Men zegt dat hij niet dansen kan:
hij danst gelijk een edelman.
En Wezembeek is ‘oppem’ kwaad
omdat hij in ‘wezen’ slechts Frans verstaat.
Drie ça fait trois.
Kende gij het lied van de twee Vlaamse beken?
Kende gij het lied van de Linkebeek?
Men zegt dat rechts naar de Schelde vloeit
en links door de Maas wordt overspoeld.
Wordt rechts met een linker-beek verrijkt
als de rood-roomse achterdocht hier wijkt?
En dat is vier.
Kende gij het lied van de kraaiende hanen?
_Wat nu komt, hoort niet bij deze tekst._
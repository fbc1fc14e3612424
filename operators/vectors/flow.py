"""``flow-estimate``: motion vectors between an image and its neighbours along time or the rig.

At sample ``s`` the node asks its image input for ``s - 1``, ``s`` and ``s + 1`` along ``axis`` and
returns ``fwd.x fwd.y`` (``s`` toward ``s + 1``) and ``bwd.x bwd.y`` (``s`` toward ``s - 1``), in
pixels at ``s``'s resolution, x right, y down (see ``operators.vectors.channels``). At the ends
of a sequence the missing direction is zero; ``vector-smooth`` gives it confidence 0.

Matching happens on a perceptual encoding of the linear plate (the sRGB curve of IEC 61966-2-1,
values clipped to 0..1.5), so errors in shadows and highlights weigh alike.

Engines
-------
``midframe`` (default): our own estimator, a Bayesian MAP estimate of the vector field (Konrad and
Dubois, IEEE PAMI 14(9), 1992): a robust likelihood of how well pixels match times a smoothness
prior over neighbouring vectors, solved coarse to fine; see ``operators.vectors.estimate``.
``dis``: OpenCV's dense inverse search (Kroeger et al., ECCV 2016) on the perceptual luma, for fast
previews and as the baseline (presets: draft = FAST, standard = MEDIUM, high = MEDIUM at full
resolution).
"""

from __future__ import annotations

import weakref
from collections import OrderedDict
from collections.abc import Mapping
from typing import Any, Literal

import cv2
import numpy as np
from pydantic import BaseModel, ConfigDict, Field

from graphcore.errors import OpError
from graphcore.image import Image
from graphcore.registry import OpContext, Operator, Port
from graphcore.sample import Sample
from operators.vectors.channels import BWD, FWD

__all__ = ["FLOW_ESTIMATE", "FlowParams", "perceptual", "estimate_pair", "neighbour", "match_channels"]

Quality = Literal["draft", "standard", "high"]


class FlowParams(BaseModel):
    model_config = ConfigDict(extra="forbid", frozen=True)

    axis: Literal["frame", "view"] = Field(
        "frame", description="Which neighbours: 'frame' (time: a plate) or 'view' (cameras of a rig).")
    engine: Literal["midframe", "dis"] = Field(
        "midframe", description="'midframe': our Bayesian MAP estimator; 'dis': OpenCV dense inverse "
                                "search, fast, for previews and as a baseline.")
    quality: Quality = Field(
        "standard", description="Preset: 'draft' (fast, for previews), 'standard', 'high' (slowest).")
    search_range: float | None = Field(
        None, gt=0, le=4096, description="Largest displacement searched for, in pixels at full "
                                         "resolution; default from the preset and the image size.")
    prior_strength: float | None = Field(
        None, ge=0, description="Weight of the smoothness prior against the match likelihood "
                                "(the MRF weight lambda); higher = smoother vectors. Default from the "
                                "preset. midframe engine only.")
    levels: int | None = Field(
        None, ge=1, le=12, description="Pyramid levels (coarse-to-fine); default: as many as the image "
                                       "size and search range need.")
    prefilter: float = Field(
        0.0, ge=0, le=10, description="Gaussian blur sigma in pixels applied before matching, against "
                                      "film grain and sensor noise; 0 = off.")
    channels: tuple[str, ...] | None = Field(
        None, description="Channels to match on; default R G B when present, else the image's only "
                          "channel.")


def neighbour(sample: Sample, axis: str, step: int) -> Sample:
    """The sample ``step`` away from ``sample`` along ``axis``."""
    return sample.shifted(frames=step) if axis == "frame" else sample.shifted(views=step)


def _needs(params: FlowParams, sample: Sample) -> dict[str, tuple[Sample, Sample, Sample]]:
    return {"image": (neighbour(sample, params.axis, -1), sample, neighbour(sample, params.axis, 1))}


def match_channels(image: Image, wanted: tuple[str, ...] | None) -> tuple[str, ...]:
    if wanted is not None:
        missing = [c for c in wanted if c not in image.channels]
        if missing:
            raise OpError(f"channels {', '.join(missing)} are not in the image "
                          f"(it has {', '.join(image.channels)})", field="channels",
                          fix="name channels the image has, or leave 'channels' out")
        return wanted
    if image.has("R", "G", "B"):
        return ("R", "G", "B")
    if len(image.channels) == 1:
        return image.channels
    raise OpError(f"no R G B channels to match on (the image has {', '.join(image.channels)})",
                  field="channels", fix="set 'channels' to the one to three channels to match on")


def perceptual(image: Image, channels: tuple[str, ...]) -> np.ndarray:
    """(H, W, C) float32 perceptual encoding of linear ``channels``: sRGB curve, clipped 0..1.5,
    non-finite values as 0."""
    from operators.vectors._encode import perceptual as encode

    idx = [image.index(c) for c in channels]
    if idx == list(range(idx[0], idx[0] + len(idx))):     # adjacent: a view, no extra copy
        return encode(image.pixels[:, :, idx[0]:idx[0] + len(idx)], ceiling=1.5)
    return encode(image.select(channels).pixels, ceiling=1.5)


#: Encodings of the last few images matched, so a frame's encoding is made once for the three
#: flow-estimate samples that use it (its own and its two neighbours'), not three times.
_ENCODED: "OrderedDict[tuple[int, tuple[str, ...]], tuple[weakref.ref, np.ndarray]]" = OrderedDict()
_ENCODED_KEEP = 4


def _encoded(image: Image, channels: tuple[str, ...]) -> np.ndarray:
    """``perceptual(image, channels)``, reused while the same pixel array is alive.

    Images are immutable, so the pixel array's identity names its content: the entry holds a weak
    reference to it and is used only while that very array still exists (an id can be reused
    after an array is freed). The encoding is read-only for its users.
    """
    px = image.pixels
    key = (id(px), channels)
    hit = _ENCODED.get(key)
    if hit is not None and hit[0]() is px:
        _ENCODED.move_to_end(key)
        return hit[1]
    enc = perceptual(image, channels)
    enc.flags.writeable = False
    _ENCODED[key] = (weakref.ref(px), enc)
    while len(_ENCODED) > _ENCODED_KEEP:
        _ENCODED.popitem(last=False)
    return enc


def _dis(first: np.ndarray, second: np.ndarray, quality: str, prefilter: float) -> np.ndarray:

    def grey(img: np.ndarray) -> np.ndarray:
        g = img.mean(axis=2) if img.shape[2] != 3 else img @ np.array([0.2126, 0.7152, 0.0722], np.float32)
        if prefilter > 0:
            g = cv2.GaussianBlur(g, (0, 0), prefilter)
        return np.clip(g * 255.0 + 0.5, 0, 255).astype(np.uint8)

    preset = {"draft": cv2.DISOPTICAL_FLOW_PRESET_FAST}.get(quality, cv2.DISOPTICAL_FLOW_PRESET_MEDIUM)
    dis = cv2.DISOpticalFlow_create(preset)
    if quality == "high":
        dis.setFinestScale(0)
    flow = dis.calc(grey(first), grey(second), None)
    return np.nan_to_num(flow.astype(np.float32))


def estimate_pair(first: np.ndarray, second: np.ndarray, params: FlowParams) -> np.ndarray:
    """Vectors at ``first``'s pixels toward ``second``: (H, W, 2) float32."""
    h, w = first.shape[:2]
    if min(h, w) < 2:
        return np.zeros((h, w, 2), np.float32)
    if params.engine == "dis":
        return _dis(first, second, params.quality, params.prefilter)
    from operators.vectors.estimate import estimate_flow

    return estimate_flow(first, second, quality=params.quality, search_range=params.search_range,
                         prior_strength=params.prior_strength, levels=params.levels,
                         prefilter=params.prefilter)


def _compute(params: FlowParams, inputs: Mapping[str, Any], ctx: OpContext) -> Image:
    prev, cur, nxt = inputs["image"]
    channels = match_channels(cur, params.channels)
    here = _encoded(cur, channels)
    planes = [np.zeros((cur.height, cur.width, 2), np.float32)] * 2   # fwd, bwd; zero without a neighbour
    jobs = []
    for slot, other, name in ((0, nxt, "next"), (1, prev, "previous")):
        if other is None:
            continue
        if other.size != cur.size:
            raise OpError(f"the {name} {params.axis} is {other.width}x{other.height} but this one is "
                          f"{cur.width}x{cur.height}", field="image",
                          fix="make every frame or camera the same size, e.g. with a `resize` node")
        match_channels(other, channels)
        jobs.append((slot, _encoded(other, channels)))
    if len(jobs) == 2 and params.engine == "midframe" and cv2.getNumThreads() >= 2:
        # the two directions side by side when this process may use two cores (a serial render;
        # pool and Dask workers pin OpenCV to one thread each and run them one after the other).
        # Each direction's result is the same either way: nothing is shared but read-only inputs.
        from concurrent.futures import ThreadPoolExecutor

        with ThreadPoolExecutor(2) as pool:
            done = [pool.submit(estimate_pair, here, other, params) for _, other in jobs]
            for (slot, _), fut in zip(jobs, done):
                planes[slot] = fut.result()
    else:
        for slot, other in jobs:
            planes[slot] = estimate_pair(here, other, params)
    out = cv2.merge([*cv2.split(planes[0]), *cv2.split(planes[1])])   # one interleaving pass
    meta = {"vectors.engine": params.engine, "vectors.quality": params.quality, "vectors.axis": params.axis}
    return Image(out, FWD + BWD, meta)


FLOW_ESTIMATE = Operator(
    name="flow-estimate",
    version=1,
    summary="Motion vectors to the next and previous frame (or camera), both ways, in pixels",
    params=FlowParams,
    compute=_compute,
    inputs=(Port("image", "the plate (or rig of stills) to estimate vectors on"),),
    doc=__doc__ or "",
    outputs="fwd.x fwd.y (toward the next sample), bwd.x bwd.y (toward the previous one), in pixels",
    needs=_needs,
    edge_samples=True,
)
Kende gij het droevig Kraainems lied?
Ik ben voor één keer Belgicist
en zing de Brabançonne zo driest.
Ja, vroeger zong ik 't binnensmonds:
‘Nooit zal men ons een morzel gronds’.
't Is vijf voor twaalf!
Kende gij het lied van de Vlaamse bossen?
Kende gij het lied van Drogenbos?
Ik zing zo droog langs mijn neus weg:
dat ander reukorgaanGa naar voetnoot* heeft pech.
Dit was zijn sixième abus.
En 'k zing nog één keer connais-tu.
Si, si, si, six.
Connais, connais-tu les faux problèmes,
connais, connais-tu les six abus.
Kor van der Goten Foto Jan Pollaerts. Gent.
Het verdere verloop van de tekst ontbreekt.